*** TASK INPUT ***

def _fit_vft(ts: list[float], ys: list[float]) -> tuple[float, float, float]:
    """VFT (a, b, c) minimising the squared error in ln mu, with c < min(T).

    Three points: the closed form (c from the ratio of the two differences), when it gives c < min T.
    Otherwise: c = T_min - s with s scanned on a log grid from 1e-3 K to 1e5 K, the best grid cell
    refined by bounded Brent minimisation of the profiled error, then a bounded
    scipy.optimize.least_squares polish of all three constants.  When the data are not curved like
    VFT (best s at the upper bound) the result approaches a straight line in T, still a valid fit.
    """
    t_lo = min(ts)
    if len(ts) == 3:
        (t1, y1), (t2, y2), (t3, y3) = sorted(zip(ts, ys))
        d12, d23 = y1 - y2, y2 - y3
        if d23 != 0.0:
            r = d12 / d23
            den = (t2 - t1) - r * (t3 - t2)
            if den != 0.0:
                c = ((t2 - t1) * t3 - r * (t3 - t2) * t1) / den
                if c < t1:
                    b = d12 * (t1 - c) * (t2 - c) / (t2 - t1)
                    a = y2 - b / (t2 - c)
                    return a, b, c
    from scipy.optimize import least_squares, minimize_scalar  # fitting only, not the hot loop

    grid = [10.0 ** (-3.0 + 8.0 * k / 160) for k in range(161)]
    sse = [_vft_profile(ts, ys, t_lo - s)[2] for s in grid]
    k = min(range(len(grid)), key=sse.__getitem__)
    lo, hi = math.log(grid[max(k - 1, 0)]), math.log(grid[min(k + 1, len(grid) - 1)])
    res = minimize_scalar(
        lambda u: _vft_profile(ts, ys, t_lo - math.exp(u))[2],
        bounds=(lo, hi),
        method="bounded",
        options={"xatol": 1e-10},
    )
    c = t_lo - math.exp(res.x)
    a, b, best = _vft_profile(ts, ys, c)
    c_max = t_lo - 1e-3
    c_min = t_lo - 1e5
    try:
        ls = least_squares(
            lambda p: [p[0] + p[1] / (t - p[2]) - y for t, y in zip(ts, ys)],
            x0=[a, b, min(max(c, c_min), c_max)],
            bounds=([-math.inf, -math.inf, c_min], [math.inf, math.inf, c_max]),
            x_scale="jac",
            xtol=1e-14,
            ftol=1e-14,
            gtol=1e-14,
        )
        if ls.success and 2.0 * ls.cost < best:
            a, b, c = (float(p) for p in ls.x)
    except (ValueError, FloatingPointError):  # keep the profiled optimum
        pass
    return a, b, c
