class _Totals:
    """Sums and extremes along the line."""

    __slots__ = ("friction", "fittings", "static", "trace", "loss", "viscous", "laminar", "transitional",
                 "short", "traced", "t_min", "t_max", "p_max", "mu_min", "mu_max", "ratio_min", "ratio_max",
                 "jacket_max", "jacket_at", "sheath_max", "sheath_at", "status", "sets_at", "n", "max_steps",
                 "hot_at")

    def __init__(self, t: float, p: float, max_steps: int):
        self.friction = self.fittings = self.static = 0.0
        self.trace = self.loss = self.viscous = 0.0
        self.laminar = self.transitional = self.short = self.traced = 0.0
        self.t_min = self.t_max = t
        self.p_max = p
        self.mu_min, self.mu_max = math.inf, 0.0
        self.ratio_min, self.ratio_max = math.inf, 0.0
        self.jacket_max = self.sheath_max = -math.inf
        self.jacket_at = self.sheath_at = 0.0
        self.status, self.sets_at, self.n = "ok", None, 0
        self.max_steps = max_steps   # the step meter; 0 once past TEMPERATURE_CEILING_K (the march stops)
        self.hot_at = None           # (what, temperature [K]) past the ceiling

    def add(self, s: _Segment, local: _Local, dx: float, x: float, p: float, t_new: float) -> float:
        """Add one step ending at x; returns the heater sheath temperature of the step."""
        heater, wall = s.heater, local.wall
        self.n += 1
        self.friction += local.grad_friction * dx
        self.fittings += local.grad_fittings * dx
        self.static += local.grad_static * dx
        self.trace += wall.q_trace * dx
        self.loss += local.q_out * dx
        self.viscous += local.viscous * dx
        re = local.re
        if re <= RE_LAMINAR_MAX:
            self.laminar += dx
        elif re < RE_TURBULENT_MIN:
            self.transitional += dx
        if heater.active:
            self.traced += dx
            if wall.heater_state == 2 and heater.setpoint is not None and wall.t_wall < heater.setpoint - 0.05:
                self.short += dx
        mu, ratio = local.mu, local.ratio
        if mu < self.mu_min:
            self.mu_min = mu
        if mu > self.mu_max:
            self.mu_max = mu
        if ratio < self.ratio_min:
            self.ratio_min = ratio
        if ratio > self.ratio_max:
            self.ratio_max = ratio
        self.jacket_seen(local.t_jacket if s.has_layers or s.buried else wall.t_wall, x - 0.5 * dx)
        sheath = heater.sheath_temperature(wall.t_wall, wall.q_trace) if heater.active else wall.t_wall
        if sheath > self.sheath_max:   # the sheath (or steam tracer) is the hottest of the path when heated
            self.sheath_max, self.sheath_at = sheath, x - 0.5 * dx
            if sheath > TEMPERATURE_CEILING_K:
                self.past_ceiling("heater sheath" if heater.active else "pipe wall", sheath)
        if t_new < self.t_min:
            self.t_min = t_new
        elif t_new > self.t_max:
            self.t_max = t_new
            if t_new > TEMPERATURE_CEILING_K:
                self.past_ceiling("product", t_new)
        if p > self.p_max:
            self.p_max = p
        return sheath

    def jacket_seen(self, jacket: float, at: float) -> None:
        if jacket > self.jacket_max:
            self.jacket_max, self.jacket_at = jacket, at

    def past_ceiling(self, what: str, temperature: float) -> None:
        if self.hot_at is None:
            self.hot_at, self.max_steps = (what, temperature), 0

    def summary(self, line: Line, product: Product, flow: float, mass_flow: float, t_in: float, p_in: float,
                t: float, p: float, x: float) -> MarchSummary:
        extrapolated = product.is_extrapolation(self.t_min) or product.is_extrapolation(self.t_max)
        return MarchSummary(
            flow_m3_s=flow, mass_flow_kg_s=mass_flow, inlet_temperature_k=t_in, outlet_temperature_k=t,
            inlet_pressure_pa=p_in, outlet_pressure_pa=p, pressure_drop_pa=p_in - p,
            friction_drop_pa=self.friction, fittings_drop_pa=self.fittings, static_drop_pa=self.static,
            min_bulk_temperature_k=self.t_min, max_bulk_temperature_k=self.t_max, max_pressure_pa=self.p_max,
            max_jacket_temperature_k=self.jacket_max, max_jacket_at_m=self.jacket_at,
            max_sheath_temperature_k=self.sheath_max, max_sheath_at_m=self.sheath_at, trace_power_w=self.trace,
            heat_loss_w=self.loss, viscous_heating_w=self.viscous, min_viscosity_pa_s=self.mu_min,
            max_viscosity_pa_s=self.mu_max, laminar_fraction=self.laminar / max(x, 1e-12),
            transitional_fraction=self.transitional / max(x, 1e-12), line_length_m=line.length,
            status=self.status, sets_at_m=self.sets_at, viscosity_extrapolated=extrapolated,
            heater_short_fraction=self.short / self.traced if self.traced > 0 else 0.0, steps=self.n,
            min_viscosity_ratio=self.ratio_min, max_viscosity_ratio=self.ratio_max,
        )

*** End of TASK INPUT ***

ACTIVITY
Check each line above for the string "scipy" and copy every line that has it.

FINISHED TASK
    scipy.optimize.least_squares polish of all three constants.  When the data are not curved like
    from scipy.optimize import least_squares, minimize_scalar  # fitting only, not the hot loop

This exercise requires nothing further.